Entrees also offer many choices from fish to meat, game and poultry, so it’s possible to eat here a dozen times and never repeat a meal. We were disappointed in the octopus ($27) with lemon, red peppers and big bright green castelvetrano olives the size of sourball candies, because the octopus tasted like someone had forgotten it was on the grill, gone to take a phone call, and returned to find it charred and rubbery, and still decided to serve it. Not good. But the whole roasted squab was perfectly cooked, moist and pink and tender, served with a wonderful combination of olives, pistachios, olives, and confited lemon. The Vitello a Latte (milk-braised veal shoulder) served with broccoli rabe and marble potatoes ($29) is good in a rather old school meat-n-potatoes kind of way; it would not have been out of place at Tony Soprano’s dinner table. While the entrees were quite good, the pastas were so special that perhaps the chef might consider adding a pasta-tasting menu as an alternative to the prix fixe? Please?

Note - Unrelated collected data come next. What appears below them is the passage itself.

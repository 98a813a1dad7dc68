// The shape of `analyzer.dialect` in a range file: the name of a built-in dialect, or a mapping with the dialect it
// is based on and what differs. What the parts demand of each other is in read-dialect.ts.
import { z } from 'zod';
import { scanTemplateNames } from '../../drivers/analyzer/scan-table/scan-table-dialect.ts';
import { dialectNames } from '../../drivers/analyzer/scpi-dialects.ts';
import { templateNames } from '../../drivers/analyzer/scpi-templates.ts';
import { choice, keys, list, name, quantity, refuse, wholeNumber } from './fields.ts';

/** What may stand there as a name alone; a scan-table needs more than its name. */
export const builtInNames = dialectNames;
const baseNames = [...dialectNames, 'scan-table'];
const longestMessage = 500;
const mostMessages = 8;

const templateKeys = [...new Set<string>([...templateNames, ...scanTemplateNames])];

const completion = keys({
  by: choice(['operation-complete-bit', 'poll', 'wait']),
  query: message().optional(),
  until: name('the word or number that the query answers at the end').optional(),
  factor: factor().optional(),
});

const mapping = keys({
  base: choice(baseNames),
  templates: keys(Object.fromEntries(templateKeys.map((key) => [key, template().optional()]))).prefault({}),
  channel: wholeNumber(1, 200).optional(),
  oneStartRuns: choice(['one-sweep', 'whole-average']).optional(),
  completion: completion.optional(),
  columns: list(choice(['frequency', 're', 'im']), 'a list such as [frequency, re, im]', 2).optional(),
  identity: name('what the instrument is called').optional(),
  prompt: name('what the instrument prints when it is ready, without blanks around it', 40).optional(),
  sendsLineEnd: choice(['lf', 'cr', 'crlf']).optional(),
  source: choice(['switched', 'only-while-scanning']).optional(),
  correctionOnSays: name('words of the answer to correctionQuery').optional(),
  fixed: keys({
    ifBandwidth: quantity('frequency', { above: 0, says: 'above 0 Hz' }).optional(),
    power: quantity('power').optional(),
  }).optional(),
});

const expectation = `one of ${baseNames.join(', ')}, or a mapping with base and templates`;

export const dialectSchema = z
  .preprocess((written, context) => {
    if (typeof written === 'object' && written !== null && !Array.isArray(written)) return written;
    if (typeof written === 'string' && baseNames.includes(written)) return { base: written };
    refuse(context, expectation);
    return z.NEVER;
  }, mapping)
  .meta({ description: expectation });

export type DialectText = z.output<typeof mapping>;

/** One command or query, a list of commands, or none. */
function template() {
  const says = `one line of printable ASCII without ;, a list of up to ${mostMessages}, or none`;
  return z
    .unknown()
    .transform((written, context): readonly string[] | 'none' => {
      if (written === 'none') return 'none';
      const lines: unknown[] = Array.isArray(written) ? written : [written];
      if (lines.length >= 1 && lines.length <= mostMessages && lines.every(isMessage)) return lines;
      const hasControl = lines.some((line) => typeof line === 'string' && /[^\x20-\x7e]/.test(line));
      const hasSecond = lines.some((line) => typeof line === 'string' && line.includes(';'));
      refuse(
        context,
        says,
        hasControl
          ? 'no control characters, no letters beyond ASCII'
          : hasSecond
            ? 'one command each; write several as a list'
            : undefined,
      );
      return z.NEVER;
    })
    .meta({
      anyOf: [{ type: 'string' }, { type: 'array', items: { type: 'string' }, minItems: 1 }],
      description: says,
    });
}

function message() {
  const says = 'one question of printable ASCII without ;';
  return z
    .string({ error: says })
    .refine((text) => isMessage(text), { error: says })
    .meta({ description: says });
}

function isMessage(line: unknown): line is string {
  return (
    typeof line === 'string' &&
    /^[\x20-\x7e]+$/.test(line) &&
    !line.includes(';') &&
    line.length <= longestMessage
  );
}

/** How much longer than stated is waited. */
function factor() {
  const says = 'a number from 1 to 20';
  return z
    .string({ error: says })
    .transform((text, context): number => {
      if (/^\d{1,2}(\.\d{1,6})?$/.test(text) && Number(text) >= 1 && Number(text) <= 20) return Number(text);
      refuse(context, says);
      return z.NEVER;
    })
    .meta({ type: 'number', minimum: 1, maximum: 20 });
}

Desserts were wonderful, especially a tartaletta, a small buttery tart topped with nectarines and filled with almond paste that tasted a bit like a financier ($12), airy ricotta dumplings with chocolate and vanilla-orange dipping sauces ($11), and an affogato with ricotta cheese gelato ($11). I am not a chocolate lover, but I really enjoyed the Sicilian Torta, chocolate layered with cannoli filling.

As it may appear from my review, my dinner at Convivio was terrific, and the food, the wine, and the company of two great friends went a long way to help lift my mood. I was a clutch of nerves at the start of dinner. This week has been a bit rough. While I’d heard from numbers of people about how stressful planning a wedding is, I had no idea. Things were hectic sure, but it was under control until the shit really hit the fan last week. In a nutshell, my grandma’s television set fell on her (I am not making this up) fracturing vertebrae in her neck and her spine, which at 93, is not ideal. Couple endless hours at the hospital with regular old “issues” like my tailor (Wilfred Tailors on 23rd Street to be exact) “forgetting” to hem my wedding dress and “making a mistake” with the slip he was supposed to sew in it (to avoid flashing my friends and family) I was ready to self-destruct. Poor Craig. He’s been holding me together. The man should get a medal. Instead he’s just getting me, forever. Oh, dear.

Anyway, the good news is that Grandma is holding it together (she’ll be at the wedding come hell or high water, as she says), and I found another tailor who got the dress right. (Wilfred ripped me off and good.) And who knows, if things go as planned, by the time you read this on Monday August 18th, I’ll be married. Julie and Kathy will be at the wedding, too, celebrating and eating with gusto. As it should be.